Still, despite its flaws, the arbitration system was, for some time, considered a great success. After all, while it’s generally accepted that free agency led to rising salaries for major league players, there’s at least some evidence that salary arbitration – the process by which players who are not yet free agents, but have at least three years’ service time, have their salaries determined – has also led to improved compensation. Over the last few years, however, salary arbitration has devolved from a system teams and players can leverage to obtain a negotiated contract into a viable means for teams to contest players’ salary demands in the hopes arbitrators side with teams’ lower salary figures.

The concept of “file-and-trial” – that of a team electing not to negotiate with players after arbitration figures are submitted and exchanged – has become so commonplace that Major League Baseball has a glossary entry defining and explaining it. This method has an effect on the strategies employed by players and their representatives, who find themselves at an obvious resource deficit compared to teams. As Craig Calcaterra detailed:

There is certainly an advantage to file-and-trial for a team. It makes the player and the agent work harder and earlier in order to be prepared to negotiate with the club before the file deadline. It also makes them work a lot harder to come up with a defensible filing number given that, rather than merely being an opening salvo in an extended negotiation, it’s something that they will certainly have to defend in open court. It’s also simple hardball. Teams have greater resources than the players and the agents and it’s less painful for them to pay for lawyers and hearing prep and to conduct the actual hearing. There’s risk to the team, of course — they might lose and pay more than a settlement would’ve cost — but teams are obviously concluding that the risk is worth it.

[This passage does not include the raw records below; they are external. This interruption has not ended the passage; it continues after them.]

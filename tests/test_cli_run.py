"""``relaybench run`` ("Headless runs" in emu/machines/ref8.md): options, summary, JSON keys, exit statuses."""

from __future__ import annotations

import json

import pytest
from hypothesis import given, settings
from hypothesis import strategies as st

import asm
import emu
import emu.cli
from emu.runs import load_program, report, run_loaded
from emu.formatting import duration_text, rate_text

from cli_support import ACC12, REF8_PROGRAMS, cli, write

SPEC_KEYS = {"status", "pc", "cycles", "instructions", "sim_seconds", "registers", "flags", "lamps",
             "output", "pauses", "warnings", "dumps"}

ADDER = """\
        li r0, 5
        li r1, 7
        add r0, r1
        out 0, r0
        pause
        .expect r0 == 12
        li r2, 'A'
        out 0, r2
        out 1, r1
        li x, 0x1234
        halt
"""


@pytest.fixture
def adder(tmp_path):
    return write(tmp_path, "adder.asm", ADDER)


def run_json(capsys, *argv):
    code, out, err = cli(capsys, "run", *argv, "--json")
    return code, json.loads(out) if out else None, err


def test_json_has_exactly_the_keys_of_the_spec(capsys, adder):
    code, data, err = run_json(capsys, adder)
    assert code == 0 and err == ""
    assert set(data) == SPEC_KEYS
    assert data["status"] == "halted"
    assert set(data["registers"]) == {f"r{i}" for i in range(8)} | {"x", "sp"}
    assert set(data["flags"]) == {"z", "n", "c", "v"}


def test_json_values_of_a_small_program(capsys, adder):
    _code, data, _err = run_json(capsys, adder, "--dump", "0:4", "--dump", "0x1F:2")
    assert data["registers"]["r0"] == 12 and data["registers"]["r2"] == ord("A")
    # x is the pair r6 (high) : r7 (low), ref8 reference, "Programmer's model"
    assert data["registers"]["x"] == 0x1234
    assert (data["registers"]["r6"], data["registers"]["r7"]) == (0x12, 0x34)
    assert data["output"] == "\x0cA"
    assert data["lamps"] == 7
    assert data["dumps"] == {"0:4": [0x18, 5, 0x19, 7], "0x1F:2": [0, 0]}
    assert data["pauses"] == [{"pc": 9, "cycles": data["pauses"][0]["cycles"], "file": str(adder), "line": 5}]
    # the pc at a halt points past it (ref8 reference, "Clock, halts and the panel"): the halt is the last byte, at 0x12
    assert data["pc"] == 0x13
    # 5 cycles a second on ref8's nominal clock (ref8 reference, "Clock, halts and the panel")
    assert data["sim_seconds"] == pytest.approx(data["cycles"] / 5)


def test_pause_resumes_by_itself_unless_stop_at_pause(capsys, adder):
    _code, full, _ = run_json(capsys, adder)
    code, stopped, _ = run_json(capsys, adder, "--stop-at-pause")
    assert code == 0
    assert stopped["pc"] == 9 and stopped["output"] == "\x0c"
    assert len(stopped["pauses"]) == 1
    assert stopped["cycles"] == full["pauses"][0]["cycles"] < full["cycles"]
    # a pause is reported as a pause, not a halt (before: status "halted", "halt at ...")
    assert stopped["status"] == "paused" and full["status"] == "halted"
    code, text, _ = cli(capsys, "run", adder, "--stop-at-pause")
    assert code == 0
    assert text.splitlines()[0] == f"{adder}: stopped at a pause (--stop-at-pause), pc 0x0009 (pause at {adder}:5)"


def test_pauses_in_included_files_name_their_file(capsys, tmp_path):
    """Before: only ``line 2`` was given, which is a line of neither file."""
    write(tmp_path, "wait.inc", "wait:   nop\n        pause\n        ret\n")
    main = write(tmp_path, "main.asm", "        li sp, 0x100\n        call wait\n        pause\n        halt\n"
                                       '        .include "wait.inc"\n')
    code, data, _ = run_json(capsys, main)
    assert code == 0
    assert [(p["file"], p["line"]) for p in data["pauses"]] == [(str(tmp_path / "wait.inc"), 2), (str(main), 3)]
    code, text, _ = cli(capsys, "run", main)
    assert f"  pauses     2 ({tmp_path / 'wait.inc'}:2, line 3)" in text.splitlines()


def test_cycle_limit_exits_3(capsys, tmp_path):
    loop = write(tmp_path, "loop.asm", "top: jmp top\n")
    code, data, _ = run_json(capsys, loop, "--max-cycles", "1000")
    assert code == 3
    assert data["status"] == "cycle_limit" and data["cycles"] == 1000


def test_text_summary(capsys, adder):
    code, out, err = cli(capsys, "run", adder)
    assert code == 0 and err == ""
    lines = out.splitlines()
    assert lines[0] == f"{adder}: halted, pc 0x0013 (halt at {adder}:11)"
    cycles = json.loads(cli(capsys, "run", adder, "--json")[1])["cycles"]
    assert f"{cycles:,} cycles ≈ {duration_text(cycles / 5)} at 5 Hz" in out
    assert "pauses     1 (line 5)" in out
    assert "r0 0x0C" in out and "x 0x1234" in out
    assert "lamps      00000111 (0x07)" in out
    assert "    | \\x0cA" in out
    assert "warnings   none" in out


def test_summary_lists_warnings_and_dumps(capsys, tmp_path):
    prog = write(tmp_path, "warn.asm", "li r0, 65\nout 9, r0\nin r1, 7\nhalt\n")
    code, out, _ = cli(capsys, "run", prog, "--dump", "0:3")
    assert code == 0
    assert "warnings   2" in out
    assert "1 write to port 9, which has no device" in out
    assert "1 read from port 7, which has no device" in out
    assert "    0x0000  18 41 58" in out


@pytest.mark.parametrize("seconds, text", [
    # the example of ref8 reference, "Headless runs": 41,370 cycles at 5 Hz = 8274 s
    (41_370 / 5, "2 h 17 min 54 s"),
    (0.2, "0.2 s"),
    (4.4, "4.4 s"),
    (60, "1 min 0 s"),
    (86_400 + 3_600 + 61, "1 d 1 h 1 min 1 s"),
])
def test_duration_text(seconds, text):
    assert duration_text(seconds) == text


@pytest.mark.parametrize("hz, text", [(5.0, "5 Hz"), (10.0, "10 Hz"), (2.5, "2.5 Hz"), (1200.0, "1.2 kHz")])
def test_rate_text(hz, text):
    assert rate_text(hz) == text


@given(st.integers(min_value=60, max_value=10**9))
def test_duration_text_adds_back_up(seconds):
    """The parts of a long duration add back up to the seconds (rounded)."""
    sizes = {"d": 86_400, "h": 3_600, "min": 60, "s": 1}
    words = duration_text(seconds).replace(",", "").split()
    assert sum(int(n) * sizes[u] for n, u in zip(words[::2], words[1::2])) == seconds


def test_switches_and_input_text(capsys, tmp_path):
    prog = write(tmp_path, "echo.asm", """\
        in r0, 0        ; switches
        in r1, 1        ; first input byte
        in r2, 1
        in r3, 2        ; more available?
        in r4, 1
        in r5, 1        ; exhausted: 0
        halt
""")
    _code, data, _ = run_json(capsys, prog, "--switches", "0b10100101", "--input-text", "a\\nb")
    regs = data["registers"]
    assert (regs["r0"], regs["r1"], regs["r2"], regs["r3"], regs["r4"], regs["r5"]) == \
        (0b10100101, ord("a"), ord("\n"), 1, ord("b"), 0)


def test_input_file(capsys, tmp_path):
    prog = write(tmp_path, "one.asm", "in r0, 1\nin r1, 1\nhalt\n")
    (tmp_path / "stream.bin").write_bytes(bytes([200, 7]))
    _code, data, _ = run_json(capsys, prog, "--input", tmp_path / "stream.bin", "--switches", "'A'")
    assert (data["registers"]["r0"], data["registers"]["r1"]) == (200, 7)


def test_image_with_and_without_debug_file(capsys, adder, tmp_path):
    assert cli(capsys, "asm", adder)[0] == 0
    image = adder.with_suffix(".hex")
    code, data, _ = run_json(capsys, image)
    assert code == 0 and len(data["pauses"]) == 1 and data["pc"] == 0x13
    asm.debug_path_for(image).unlink()
    code, data, _ = run_json(capsys, image)
    # without the debug file a pause is a halt and ends the run (ref8 reference, "Headless runs")
    assert code == 0 and data["pauses"] == [] and data["pc"] == 9


def test_raw_binary(capsys, adder):
    assert cli(capsys, "asm", adder, "--format", "bin", "--no-debug")[0] == 0
    code, data, _ = run_json(capsys, adder.with_suffix(".bin"))
    assert code == 0 and data["registers"]["r0"] == 12 and data["pauses"] == []


def test_acc12_run(capsys, tmp_path):
    """A 12-bit accumulator machine: registers and flags come from its file."""
    prog = write(tmp_path, "acc.asm", """\
        set 100
        plus forty
        put 1
        pause
        .expect acc == 140
        plus forty
        stop
forty:  .word 40
""")
    code, data, _ = run_json(capsys, "--machine", ACC12, prog, "--switches", "0xFFF")
    assert code == 0
    assert set(data["registers"]) == {"acc"} and set(data["flags"]) == {"zf", "lk"}
    assert data["registers"]["acc"] == 180 and data["lamps"] == 140
    assert len(data["pauses"]) == 1
    # acc12: two pulses per 200 ms turn, 10 Hz nominal
    assert "at 10 Hz" in cli(capsys, "run", "--machine", ACC12, prog)[1]


@settings(max_examples=25, deadline=None)
@given(st.integers(0, 255), st.integers(0, 255))
def test_run_adds_like_python(a, b):
    """8-bit add and its carry/zero flags, checked against Python integers."""
    machine = emu.load_machine("ref8")
    program = asm.assemble_text(f"li r0, {a}\nli r1, {b}\nadd r0, r1\nhalt\n", machine, "sum.asm")
    loaded = load_program_from(program)
    data = report(run_loaded(loaded, machine))
    assert data["registers"]["r0"] == (a + b) % 256
    assert data["flags"]["c"] == int(a + b > 255)
    assert data["flags"]["z"] == int((a + b) % 256 == 0)


def load_program_from(program):
    from emu.runs import LoadedProgram
    return LoadedProgram("sum.asm", "source", program.segments, frozenset(program.pauses))


def test_runner_loads_any_kind(tmp_path, capsys):
    machine = emu.load_machine("ref8")
    source = write(tmp_path, "p.asm", "li r0, 1\npause\nhalt\n")
    cli(capsys, "asm", source)
    for path in (source, source.with_suffix(".hex")):
        loaded = load_program(path, machine)
        assert loaded.segments == [(0, [0x18, 1, 1, 1])]
        assert loaded.pauses == frozenset({2})


def test_progress_stays_silent_when_disabled_or_early():
    from emu.commands import Progress
    with Progress(enabled=False, delay=0) as quiet:
        line = quiet.line("run", 100)
        line.update(50)
        assert quiet.bar is None and line.done == 50
    with Progress(enabled=True, delay=3600) as early:
        early.line("run", 100).update(99)
        assert early.bar is None


@pytest.mark.parametrize("attached", [False, True])
def test_no_progress_bar_when_piped(capsys, tmp_path, monkeypatch, attached):
    """Under capture stdout is no terminal, so the bar is switched off and only the
    summary is printed; the same run at a terminal switches it on."""
    from emu.commands import Progress, terminal_attached
    assert not terminal_attached()
    asked = []

    def recording_progress(enabled, **options):
        asked.append(enabled)
        return Progress(False, **options)
    monkeypatch.setattr("emu.commands.run.Progress", recording_progress)
    if attached:
        monkeypatch.setattr("sys.stdout.isatty", lambda: True, raising=False)
        monkeypatch.setattr("sys.stderr.isatty", lambda: True, raising=False)
    loop = write(tmp_path, "loop.asm", "top: jmp top\n")
    code, out, err = cli(capsys, "run", loop, "--max-cycles", "3000000")
    assert code == 3 and err == "" and out.startswith(f"{loop}: stopped at the cycle limit")
    assert asked == [attached]


def test_run_takes_the_panel_file_and_options_win_over_it(capsys):
    """tickets.panel.toml gives switches 0x82 and three groups; --input-text replaces the groups."""
    code, out, _err = cli(capsys, "run", REF8_PROGRAMS / "tickets.asm", "--json")
    assert code == 0 and "3 groups, 49 passengers, 42140p" in json.loads(out)["output"]
    code, out, _err = cli(capsys, "run", REF8_PROGRAMS / "tickets.asm", "--json", "--input-text", "5\\n")
    output = json.loads(out)["output"]
    assert code == 0 and "return to Far Ness" in output          # switches still from the panel file
    assert "group of 5: 4300p\n1 groups, 5 passengers, 4300p" in output


def test_debug_takes_the_input_stream_from_the_command_line(tmp_path, monkeypatch):
    """The debugger powers on with the toggles and input the options give."""
    seen = {}
    monkeypatch.setattr("emu.debugger.run_repl", lambda session: seen.setdefault("emu", session.emu) and 0)
    monkeypatch.setattr("emu.commands.debug.interactive", lambda: True)
    program = write(tmp_path, "echo.asm", "in r0, 1\nin r1, 0\nhalt\n")
    assert emu.cli.main(["debug", str(program), "--input-text", "A", "--switches", "0x21"]) == 0
    emulator = seen["emu"]
    assert (emulator.switches, emulator.input_bytes) == (0x21, b"A")


@pytest.mark.parametrize("done, total, unit, text", [
    (1_234_567, None, "cycles", "1,234,567 cycles"),
    (1, None, "cycles", "1 cycle"),
    (3, 8, "programs", "3/8 programs"),
])
def test_progress_amount_text(done, total, unit, text):
    from emu.commands import amount_text
    assert amount_text(done, total, unit) == text


def test_progress_rate_text():
    from emu.commands import rate_text_per_second
    assert rate_text_per_second(5_000_000, 2.0, "cycles") == "2,500,000 cycles/s"
    assert rate_text_per_second(10, 0.0, "cycles") == ""


def test_a_run_shows_progress_without_a_total(capsys, monkeypatch, adder):
    """The end of a run is unknown: before the fix its line counted towards the cycle limit."""
    from emu.commands import _progress, run
    asked = []
    real_line = _progress.Progress.line

    def line(self, label, total=None, unit="cycles", remove_when_done=False):
        asked.append((label, total, unit))
        return real_line(self, label, total, unit, remove_when_done)

    monkeypatch.setattr(run.Progress, "line", line)
    assert cli(capsys, "run", adder)[0] == 0
    assert asked == [(str(adder), None, "cycles")]
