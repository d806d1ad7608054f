"""Planted breakpoints in the debugger, on ref8 and acc12.

Addresses of KILN are read from its listing (ref8: call, li sp and jumps
three words, li two, the others one): log at 0x12 and mark at 0x17, each
one word later behind a halt planted above them.
"""

from __future__ import annotations

import pytest

import asm
from emu.debugger import Session, load_view

from debugger_programs import ACC12, GAUGE, REF8, session_for


HALT = asm.assemble_text("halt\n", REF8).flat()[0]


@pytest.fixture(autouse=True)
def in_tmp(tmp_path, monkeypatch):
    monkeypatch.chdir(tmp_path)


def finish(session) -> None:
    """Run to the final halt, pressing RESUME at every pause and planted halt on the way."""
    session.execute("go")
    for _ in range(20):
        assert session.emu.halt_latch
        if session.places.halt_kind(session.emu.halt_address) == "halt":
            return
        session.execute("resume")
    raise AssertionError("more than 20 halts")


def test_planting_restarts_the_program_and_names_what_moved(tmp_path):
    kiln = session_for(tmp_path)
    kiln.execute("instr 3")
    text = kiln.execute("break kiln.asm:5 planted")
    assert text.splitlines()[0] == "breakpoint 1: a halt planted at 0008 ramp+3 kiln.asm:5"
    assert "starts again from the beginning" in text
    assert "  log              0012 → 0013  (+1, code label)" in text
    assert "  mark             0017 → 0018  (+1, code label)" in text
    assert kiln.emu.cycles == 0 and kiln.emu.pc == 0 and kiln.emu.memory[8] == HALT
    assert kiln.execute("points").splitlines() == [
        "  1  break  planted  0008 ramp+3 kiln.asm:5", "moved from where the program as written puts them:",
        "  log              0012 → 0013  (+1, code label)", "  mark             0017 → 0018  (+1, code label)"]


def test_a_planted_halt_stops_at_its_line_and_resume_goes_on_to_the_same_results(tmp_path):
    plain = session_for(tmp_path)
    finish(plain)
    kiln = session_for(tmp_path)
    kiln.execute("break kiln.asm:5 planted")
    text = kiln.execute("go")
    assert ("breakpoint 1: the planted halt at 0008 ramp+3 kiln.asm:5 set the halt latch; "
            "RESUME goes on with the statement there") in text
    assert "next: dec r0   at 0009 ramp+4 kiln.asm:5" in text
    assert kiln.execute("why").startswith("breakpoint 1: the planted halt at 0008 ramp+3 kiln.asm:5")
    assert kiln.latch_origin() == "set by the planted halt at 0008 ramp+3 kiln.asm:5"
    text = kiln.execute("resume")
    assert "breakpoint 1: the planted halt" in text  # the ramp goes round three times
    finish(kiln)
    assert kiln.execute("console") == plain.execute("console") == "1 byte(s):\nK"
    assert [kiln.emu.get(r) for r in ("r0", "r1", "r2", "r3", "sp")] == \
           [plain.emu.get(r) for r in ("r0", "r1", "r2", "r3", "sp")]


def test_other_points_follow_their_statements_and_drop_takes_the_halt_out(tmp_path):
    kiln = session_for(tmp_path)
    assert kiln.execute("break mark") == "breakpoint 1 at 0017 mark kiln.asm:14"
    assert kiln.execute("watch [mark]").startswith("watchpoint 2 on [0017]")
    kiln.execute("break ramp planted")
    assert kiln.execute("points").splitlines()[:3] == [
        "  1  break  watched  0018 mark kiln.asm:14", "  2  watch  [0018] (now 0x29)",
        "  3  break  planted  0005 ramp kiln.asm:4"]
    text = kiln.execute("drop 3")
    assert text.startswith("dropped point 3, the halt planted in front of kiln.asm:4")
    assert "every label and data word is back where the program as written puts it" in text
    assert kiln.execute("points").splitlines() == [
        "  1  break  watched  0017 mark kiln.asm:14", "  2  watch  [0017] (now 0x29)"]
    assert kiln.view.planting is not None and not kiln.view.planting.halts
    assert kiln.emu.memory[5] == asm.assemble_text("call 0x12\n", kiln.machine).flat()[0]


def test_a_long_list_of_moves_is_cut_short_when_planting_and_listed_whole_by_points(tmp_path):
    text = "start:  inc r0\n" + "".join(f"step{k}:  inc r0\n" for k in range(12)) + "        halt\n"
    counter = session_for(tmp_path, text, name="count.asm")
    told = counter.execute("break start planted")
    assert told.splitlines()[-1] == "  … and 4 more ('points' lists them all)"
    assert "  step0            0001 → 0002  (+1, code label)" in told
    listed = counter.execute("points").splitlines()
    assert len(listed) == 1 + 1 + 12 and listed[-1] == "  step11           000C → 000D  (+1, code label)"


def test_drop_all_takes_every_planted_halt_out(tmp_path):
    kiln = session_for(tmp_path)
    kiln.execute("break ramp planted")
    kiln.execute("break log planted")
    assert len(kiln.view.planting.halts) == 2
    assert kiln.execute("drop all").startswith("dropped 2 point(s); the planted halts are taken out")
    assert kiln.emu.memory[0x12] == asm.assemble_text(
        "inc r1\n", kiln.machine).flat()[0] and not kiln.breakpoints


def test_planting_needs_an_instruction_and_the_source(tmp_path):
    kiln = session_for(tmp_path)
    assert kiln.execute("break 0x200 planted") == (
        "error: a halt can be planted only in front of an instruction of the program; 0200 holds none")
    assert kiln.execute("break ramp buried") == "error: usage: break ADDRESS|LABEL|FILE:LINE [watched|planted]"
    program = asm.assemble_file("kiln.asm", kiln.machine)
    asm.write_intel_hex(program, "kiln.hex")
    asm.write_debug(program, asm.debug_path_for("kiln.hex"))
    hexed = Session(kiln.machine, load_view("kiln.hex", kiln.machine))
    assert hexed.view.labels["ramp"] == 5  # the debug file was read: names work, planting does not
    text = hexed.execute("break ramp planted")
    assert text.startswith("error: a planted halt needs the assembly source: kiln.hex is an image (hex)")
    assert not hexed.breakpoints


def test_planted_halt_on_acc12_stops_and_resumes_to_the_same_lamps(tmp_path):
    plain = session_for(tmp_path, GAUGE, ACC12, "gauge.asm")
    finish(plain)
    gauge = session_for(tmp_path, GAUGE, ACC12, "gauge.asm")
    text = gauge.execute("break gauge.asm:3 planted")
    assert "  done" in text and "(+1, code label)" in text and "  one" in text and "(+1, data)" in text
    text = gauge.execute("go")
    assert "breakpoint 1: the planted halt at" in text and "gauge.asm:3" in text
    finish(gauge)
    assert gauge.emu.lamps == plain.emu.lamps == 5
    assert gauge.emu.get("acc") == plain.emu.get("acc")


ECHO = """\
; echo: two bytes of the input stream (port 1) copied to the console
start:  in r0, 1
        out 0, r0
        in r0, 1
        out 0, r0
        halt
"""


def test_planting_rewinds_the_input_stream_and_keeps_the_toggles(tmp_path):
    echo = session_for(tmp_path, ECHO, name="echo.asm")
    echo.emu.input_bytes, echo.emu.switches = b"ok", 0x5A
    echo.execute("instr 2")
    assert echo.execute("console") == "1 byte(s):\no"
    echo.execute("break echo.asm:4 planted")
    assert echo.emu.switches == 0x5A and echo.execute("console") == "no console output yet"
    finish(echo)
    assert echo.execute("console") == "2 byte(s):\nok"


def test_planting_powers_on_as_restart_does_and_keeps_the_beat(tmp_path):
    """Burning the planted program is 'restart' with the new image: the beat chosen before
    draws its turns again from the start, as if chosen at power-on."""
    beat_first = session_for(tmp_path)
    beat_first.execute("beat 7")
    beat_first.execute("instr 5")
    beat_first.execute("break kiln.asm:5 planted")
    assert (beat_first.emu.cycles, beat_first.emu.time_ns) == (0, 0)
    planted_first = session_for(tmp_path)
    planted_first.execute("break kiln.asm:5 planted")
    planted_first.execute("beat 7")
    even = session_for(tmp_path)
    even.execute("break kiln.asm:5 planted")
    for session in (beat_first, planted_first, even):
        finish(session)
    assert beat_first.emu.cycles == even.emu.cycles
    assert beat_first.emu.time_ns == planted_first.emu.time_ns != even.emu.time_ns
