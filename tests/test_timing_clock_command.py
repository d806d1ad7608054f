"""``relaybench clock``: text, JSON and CSV output, warnings and exit statuses."""

import csv
import io
import json
import os
from pathlib import Path

import pytest

from emu.cli import main

REF8_FILE = Path(__file__).parent.parent / "emu" / "machines" / "ref8.toml"
ACC12_FILE = Path(__file__).parent / "machines" / "acc12.toml"


def run(capsys, *argv):
    status = main(["clock", *argv])
    out, err = capsys.readouterr()
    return status, out, err


def usage_error(capsys, *argv):
    with pytest.raises(SystemExit) as caught:
        main(["clock", *argv])
    _out, err = capsys.readouterr()
    assert caught.value.code == 2
    return err


def test_text_report(capsys):
    status, out, err = run(capsys, "--samples", "20000")
    assert status == 0
    lines = out.splitlines()
    assert lines[0] == "ref8 reference relay machine (ref8)"
    assert lines[1] == "nominal, from the phase table: 5 Hz, period 200 ms, duty cycle 50.0%"
    assert any(line.startswith("  A       high      60.0 ms    60.6 ms  stage 1, charging") for line in lines)
    assert any("(hold point)" in line for line in lines)
    assert "20,000 clocks built from parts within tolerance (seed 1, uniform spread, 2 turns each):" in out
    rate = next(line for line in lines if line.startswith("  rate (Hz)"))
    assert len(rate.split()) == 7
    histogram = lines[lines.index("rate (Hz):") + 1:]
    assert len(histogram) == 16 and all(line.rstrip().endswith("%") for line in histogram)


def test_warning_when_pulses_fall_below_the_datapath_minimum(capsys):
    status, out, err = run(capsys, "--json", "--samples", "50000", "--seed", "3")
    report = json.loads(out)
    share = report["monte_carlo"]["below_min_pulse"]
    assert 0 < share < 0.05
    assert err.startswith("relaybench: warning: the shortest high pulse falls below the datapath's "
                          f"minimum of 80 ms in {share:.2%} of built clocks (down to ")
    assert report["warnings"] and report["warnings"][0] in err


def test_json_is_reproducible_and_complete(capsys):
    _s, first, _e = run(capsys, "--json", "--samples", "5000", "--seed", "12")
    _s, again, _e = run(capsys, "--json", "--samples", "5000", "--seed", "12")
    _s, other, _e = run(capsys, "--json", "--samples", "5000", "--seed", "13")
    assert first == again != other
    report = json.loads(first)
    assert report["nominal"] == {"rate_hz": 5.0, "period_ms": 200.0, "turn_ms": 200.0, "duty": 0.5}
    assert [p["name"] for p in report["phases"]] == ["A", "B", "C", "D"]
    assert report["phases"][0]["parts_ms"] == pytest.approx(60.57, abs=0.01)
    figures = report["monte_carlo"]["figures"]
    assert set(figures) == {"rate_hz", "duty", "shortest_high_s", "shortest_low_s", "irregularity"}
    assert set(figures["duty"]["percentiles"]) == {"1", "5", "50", "95", "99"}


def test_csv_file_has_one_row_per_built_clock(capsys, tmp_path):
    target = tmp_path / "clocks.csv"
    status, out, _err = run(capsys, "--machine", str(ACC12_FILE), "--samples", "3000", "--csv", str(target))
    assert status == 0 and out.startswith("acc12 accumulator test machine (acc12)")
    rows = list(csv.DictReader(target.open()))
    assert len(rows) == 3000
    assert list(rows[0]) == ["rate_hz", "duty", "shortest_high_s", "shortest_low_s", "irregularity",
                             "phase_P1_s", "phase_G1_s", "phase_T1_s", "phase_P2_s", "phase_G2_s"]
    assert 8 < float(rows[0]["rate_hz"]) < 12
    assert os.listdir(tmp_path) == ["clocks.csv"]


def test_csv_to_standard_output_alone(capsys):
    status, out, _err = run(capsys, "--samples", "100", "--csv", "-")
    assert status == 0
    rows = list(csv.reader(io.StringIO(out)))
    assert rows[0][0] == "rate_hz" and len(rows) == 101


@pytest.mark.parametrize("argv, message", [
    (["--samples", "0"], "argument --samples: must be 1…5,000,000, not 0"),
    (["--samples", "many"], "argument --samples: 'many' is not a number (write it as 42, 0x2A, 0b101010 or 'A')"),
    (["--seed", "-4"], "argument --seed: must be a seed of 0 or more, not -4"),
    (["--json", "--csv", "-"], "--json and --csv - both want standard output; give --csv a file name"),
    (["--colour"], "unrecognized arguments: --colour"),
])
def test_bad_command_lines_get_usage(capsys, argv, message):
    err = usage_error(capsys, *argv)
    assert err.startswith("usage: ")
    assert err.rstrip().endswith(message)


def test_missing_machine_file(capsys, tmp_path):
    status, out, err = run(capsys, "--machine", str(tmp_path / "nowhere.toml"))
    assert status == 1 and out == ""
    assert err.startswith(f"{tmp_path / 'nowhere.toml'}: error: ") and "no such machine file" in err
    assert len(err.splitlines()) == 1


def test_bad_timing_section_names_the_key(capsys, tmp_path):
    machine = tmp_path / "bent.toml"
    machine.write_text(REF8_FILE.read_text().replace("supply_v = 24.0", "supply_v = 0"))
    status, _out, err = run(capsys, "--machine", str(machine))
    assert status == 1
    assert err == f"{machine}:460: error: [timing]: 'supply_v' must be above zero, not 0\n"


def test_machine_without_timing(capsys, tmp_path):
    text = REF8_FILE.read_text()
    machine = tmp_path / "plain.toml"
    machine.write_text(text[:text.index("[timing]")].rsplit("# -----", 1)[0])
    status, out, _err = run(capsys, "--machine", str(machine))
    assert status == 0
    assert out.rstrip().endswith("no [timing] section: describe the clock's parts to see how their tolerances spread it")
    status, out, _err = run(capsys, "--machine", str(machine), "--json")
    assert json.loads(out)["monte_carlo"] is None
    status, _out, err = run(capsys, "--machine", str(machine), "--csv", str(tmp_path / "x.csv"))
    assert status == 1 and "no [timing] section" in err


def test_unwritable_csv(capsys, tmp_path):
    status, _out, err = run(capsys, "--samples", "10", "--csv", str(tmp_path / "missing" / "x.csv"))
    assert status == 1
    assert err.startswith(f"relaybench: error: cannot write {tmp_path / 'missing' / 'x.csv'}: ")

Ken Rosenthal wrote late last year that the MLBPA feared that every team would soon adopt the “file-and-trial” approach. And while that didn’t happen this offseason, the number of arbitration hearings continue to rise, and they are increasingly acrimonious, as Michael Baumann noted for The Ringer.

For years, it was generally accepted that it was undesirable for a team to let arbitration-eligible players actually go to a hearing over salary, since a hearing would force the team to bad-mouth a player; the morale costs outweighed the potential financial gain from holding a hard line. Last year, more arbitration cases went to a hearing than in any year since 1990.

Yankees executive Randy Levine famously ripped Dellin Betances‘ arbitration request of $5 million in the media, comparing Betances’ submission analogous to Levine calling himself an astronaut. Blue Jays righty Marcus Stroman took to Twitter to remark that “[t]he negative things that were said against me [in the hearing], by my own team, will never leave my mind.” The salary arbitration system, initially designed to encourage settlements between team and player, is now driving wedges between the parties, though it is worth noting that whether those wedges persist once players make free agency decisions isn’t a settled question.

What we can say is that the salary arbitration system isn’t working optimally: it doesn’t reflect what we actually know about baseball by excluding publicly available advanced metrics, and it’s further damaging player-team relationships. With this in mind, it’s no surprise that agents are starting to take a harder line on arbitration.

In a mission statement distributed among some players, Jeff Berry, who helps run the baseball division at CAA, outlined a number of steps he believes are necessary to rectify the imbalance of power in the relationship between MLB and the union. It was no surprise that his first target was arbitration. “[A]ttacking the arb system,” Berry wrote in the memo, which was obtained by ESPN’s Buster Olney, “is an ideal battleground for MLBPA/players/agents to take a unified stand and to feel empowered and proactive rather than victimized.”

There’s no doubt that the current arbitration model suffers from some deep structural problems. Over the course of the next few days, we’re going to take a look at how to fix them.